Os cem anos do cinema parece ter o movimento de um ciclo de vida: um nascimento inevitável, uma acumulação permanente de glórias, e o início na última década de um declínio ignominioso, irreversível. Não é que você não possa esperar mais por novos filmes que possa admirar, mas não somente tais filmes a ser admirados têm de ser exceções – o que é verdade para qualquer conquista em outras artes –, eles terão que ser verdadeiras violações das normas e práticas que hoje governam a feitura de filmes em todo o mundo capitalista e das partes do mundo à beira de se tornar capitalista – o que significa dizer todos os cantos do globo.

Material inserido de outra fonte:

"""Textures given by a formula, evaluated at material coordinates.

A texture is an object that is called with material coordinates X, Y (px, any shape, broadcast
against each other) and returns the reflectance there, 0 (black) to 1 (white).
"""

from __future__ import annotations

from typing import Protocol

import numpy as np
from numba import njit
from numpy.typing import ArrayLike, NDArray
from scipy.ndimage import map_coordinates, spline_filter
from scipy.special import chndtr, ndtr

from dic.errors import InputError

Floats = NDArray[np.float64]

#: A dot ends this many sigmas of its soft edge beyond its radius, where 3 ppm of its darkness are left.
_EDGE_SIGMAS = 4.5
#: Intervals of the table of a dot's profile; linear interpolation is then good to 2 ppm.
_PROFILE_STEPS = 2048
#: Side of a cell in the grid that finds the dots near a point, px: small, so that few dots reach each
#: cell (measured: 16 ns per point, against 21 ns with 4 px).
_CELL = 2.0
#: Entries in that grid, counted before they are allocated; about a gigabyte while it is made.
_MAX_ENTRIES = 20_000_000
#: Waves of a random-phase texture: enough that grey values at a point are close to Gaussian.
_WAVES = 64
#: Wave lengths of a random-phase texture spread by this factor to either side, so that it never repeats.
_WAVE_SPREAD = 1.25
#: A photograph fills this part of the grey scale; the rest is room for the spline's overshoot.
_PHOTO_RANGE = (0.08, 0.92)


class Texture(Protocol):
    """Reflectance at material coordinates."""

    def __call__(self, X: ArrayLike, Y: ArrayLike) -> Floats:
        """Return the reflectance, 0 to 1, at X, Y (px), in their common shape."""
        ...


class Dots:
    """Dark discs with soft edges, strewn at random on white, free to overlap.

    The centres are a Poisson process, so the discs form a Boolean model.  Each disc is a sharp one
    convolved with a Gaussian; where discs overlap, what each lets through is multiplied.  The mean
    reflectance is therefore ``1 - cover`` exactly, in expectation.

    Parameters
    ----------
    diameter
        Diameter of the discs, px.
    cover
        Share of the area that is dark, 0 to 1 (exclusive).
    edge
        Sigma of the Gaussian that blurs the edges, px.
    area
        (width, height), px: the realisation covers 0 <= X < width, 0 <= Y < height and repeats
        beyond.
    seed
        Seed of the one fixed realisation.

    Raises
    ------
    InputError
        If the realisation would not fit into memory.

    Notes
    -----
    A disc of radius r blurred by an isotropic Gaussian is, at distance d from its centre, the
    distribution function of a non-central chi-square variable with two degrees of freedom:
    ``P(chi2(2, d²/sigma²) <= r²/sigma²)``.  Boolean model: Chiu, Stoyan, Kendall & Mecke,
    *Stochastic Geometry and its Applications*, 3rd ed., ch. 3, doi 10.1002/9781118658222.
    """

    def __init__(
        self,
        diameter: float = 4.5,
        cover: float = 0.5,
        edge: float = 0.5,
        *,
        area: tuple[float, float] = (1024.0, 1024.0),
        seed: int = 0,
    ) -> None:
        radius = diameter / 2
        self._reach = radius + _EDGE_SIGMAS * edge
        # Whole cells, and never so few that a dot would meet its own repetition.
        cells = [max(int(np.ceil(side / _CELL)), int(3 * self._reach / _CELL) + 1) for side in area]
        self.area = (cells[0] * _CELL, cells[1] * _CELL)
        self._cells = (cells[0], cells[1])
        rng = np.random.default_rng(seed)
        density = -np.log1p(-cover) / (np.pi * radius**2)
        expected = density * self.area[0] * self.area[1]
        if expected * np.pi * (self._reach / _CELL + 1) ** 2 > _MAX_ENTRIES:
            raise InputError(
                "so many dots with edges so soft would not fit into memory",
                where="[texture]",
                remedy="take fewer, larger or sharper dots or a smaller picture",
            )
        count = rng.poisson(expected)
        self.centres = rng.random((count, 2)) * self.area
        self._starts, self._near = self._dots_near_cells()
        squares = np.linspace(0.0, self._reach**2, _PROFILE_STEPS + 1)
        self._clear = 1.0 - chndtr((radius / edge) ** 2, 2, squares / edge**2)
        self._clear[-1] = 1.0
        self._clear = np.append(self._clear, 1.0)  # the far side of the last interval, for the kernel

    def _dots_near_cells(self) -> tuple[NDArray[np.int64], Floats]:
        """Return, cell after cell, the dots that reach into it (as the cell sees them, unwrapped)."""
        home = np.floor(self.centres / _CELL).astype(np.int64)
        span = int(np.ceil(self._reach / _CELL))
        cells, dots = [], []
        for offset in np.ndindex(2 * span + 1, 2 * span + 1):
            cell = home + (np.array(offset) - span)
            gap = np.maximum(np.maximum(cell * _CELL - self.centres, self.centres - (cell + 1) * _CELL), 0)
            near = np.hypot(gap[:, 0], gap[:, 1]) < self._reach
            inside = np.mod(cell[near], self._cells)
            cells.append(inside[:, 1] * self._cells[0] + inside[:, 0])
            dots.append(self.centres[near] + (inside - cell[near]) * _CELL)
        cell = np.concatenate(cells)
        order = np.argsort(cell, kind="stable")
        counts = np.bincount(cell, minlength=self._cells[0] * self._cells[1])
        return np.concatenate([[0], np.cumsum(counts)]), np.concatenate(dots)[order]

    def __call__(self, X: ArrayLike, Y: ArrayLike) -> Floats:
        """Return the reflectance at X, Y; NaN where a coordinate is not finite."""
        X, Y = _flat(X), _flat(Y)
        shape = np.broadcast_shapes(X.shape, Y.shape)
        X, Y = (np.ascontiguousarray(np.broadcast_to(side, shape)).ravel() for side in (X, Y))
        out = np.empty(X.size)
        _dots_at(X, Y, self._starts, self._near, self._clear, self._cells, self._reach**2, out)
        return out.reshape(shape)


class Cosines:
    """Random-phase cosines: a smooth texture without edges, with one scale.

    Sixty-four plane waves of random direction and phase add to a nearly Gaussian field; its
    distribution function maps it onto 0 to 1, so all grey values are equally frequent.

    Parameters
    ----------
    feature
        Feature size, px: half the middle wave length, about the width of a dark or bright patch.
    seed
        Seed of the one fixed realisation; it never repeats and has no bounds.
    """

    def __init__(self, feature: float = 4.0, *, seed: int = 0) -> None:
        rng = np.random.default_rng(seed)
        length = 2 * feature * _WAVE_SPREAD ** rng.uniform(-1, 1, _WAVES)
        # One direction per equal share of the half circle: no seed gives a grain.
        angle = np.pi * (np.arange(_WAVES) + rng.random(_WAVES)) / _WAVES
        self._waves = np.column_stack(
            [
                2 * np.pi / length * np.cos(angle),
                2 * np.pi / length * np.sin(angle),
                rng.uniform(0, 2 * np.pi, _WAVES),
            ]
        )

    def __call__(self, X: ArrayLike, Y: ArrayLike) -> Floats:
        """Return the reflectance at X, Y."""
        X, Y = np.broadcast_arrays(_flat(X), _flat(Y))
        total = np.zeros(X.shape)
        for kx, ky, phase in self._waves:
            total += np.cos(kx * X + ky * Y + phase)
        return ndtr(np.sqrt(2.0 / _WAVES) * total)


class Photograph:
    """A photograph as texture: a quintic spline through its pixels, mirrored at the rim.

    Parameters
    ----------
    photo
        Grey picture, shape (rows, columns).
    magnification
        Camera pixels per pixel of the photograph; above 1 the photograph's own pixels vanish in
        the camera's.

    Notes
    -----
    B-splines with exact prefilter: Unser, Aldroubi & Eden, IEEE Trans. Signal Processing 41 (1993)
    821-833, doi 10.1109/78.193220.
    """

    def __init__(self, photo: NDArray[np.integer] | Floats, magnification: float = 2.0) -> None:
        grey = np.asarray(photo, dtype=float)
        low, high = _PHOTO_RANGE
        grey = low + (high - low) * (grey - grey.min()) / np.ptp(grey)
        self.magnification = magnification
        self.area = (magnification * (grey.shape[1] - 1), magnification * (grey.shape[0] - 1))
        self._coefficients = spline_filter(grey, order=5, mode="mirror")

    @classmethod
    def named(cls, name: str, magnification: float = 2.0) -> Photograph:
        """Load one of the photographs that come inside scikit-image's wheel.

        Parameters
        ----------
        name
            ``"gravel"``, ``"brick"`` or ``"grass"`` (real camera pictures, CC0).
        magnification
            Camera pixels per pixel of the photograph.
        """
        from skimage import data

        return cls(getattr(data, name)(), magnification)

    def __call__(self, X: ArrayLike, Y: ArrayLike) -> Floats:
        """Return the reflectance at X, Y."""
        X, Y = np.broadcast_arrays(_flat(X), _flat(Y))
        at = np.stack([Y.ravel(), X.ravel()]) / self.magnification
        value = map_coordinates(self._coefficients, at, order=5, mode="mirror", prefilter=False)
        return np.clip(value, 0.0, 1.0).reshape(X.shape)


def _flat(values: ArrayLike) -> Floats:
    return np.asarray(values, dtype=np.float64)


# No fast-math here: the same seed must give the same bytes on every processor.
@njit(nogil=True, cache=True)
def _dots_at(X, Y, starts, near, clear, cells, reach2, out):  # type: ignore[no-untyped-def]  # Numba finds the types
    """Multiply what the dots near each point let through; beyond its reach a dot is wholly clear."""
    width, height = cells[0] * _CELL, cells[1] * _CELL
    per_width, per_height, per_cell = 1 / width, 1 / height, 1 / _CELL
    per_square = _PROFILE_STEPS / reach2
    for k in range(X.size):
        x = X[k] - width * np.floor(X[k] * per_width)
        y = Y[k] - height * np.floor(Y[k] * per_height)
        # Rounding may put a point a hair beyond the rim; coordinates that are not finite end here too.
        if not (x >= -1 and y >= -1 and x <= width + 1 and y <= height + 1):
            out[k] = np.nan
            continue
        column = min(max(int(x * per_cell), 0), cells[0] - 1)
        cell = min(max(int(y * per_cell), 0), cells[1] - 1) * cells[0] + column
        value = 1.0
        # Unsigned indices and no branch on the distance: both spare a third of the time.
        for i in range(np.uint64(starts[cell]), np.uint64(starts[cell + 1])):
            dx = x - near[i, 0]
            dy = y - near[i, 1]
            place = min((dx * dx + dy * dy) * per_square, float(_PROFILE_STEPS))
            j = np.uint64(place)
            value *= clear[j] + (place - j) * (clear[j + np.uint64(1)] - clear[j])
        out[k] = value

E filmes ordinários, filmes feitos puramente para entretenimento (ou seja, comerciais), são extraordinariamente tolos; a maioria falha retumbantemente em ter apelo às suas plateias cínicas tidas como principal objetivo. Enquanto o ponto de um grande filme é hoje, mais do que nunca, ser uma realização verdadeiramente singular, o cinema comercial decidiu por adotar a política do inchaço, da feitura derivativa de filmes, uma desavergonhada combinação e recombinação de traços artísticos na esperança de conseguir reproduzir algum sucesso passado. Cinema, uma vez exaltada como sendo a arte do século 20, parece agora, que o século se fecha, uma arte em decadência.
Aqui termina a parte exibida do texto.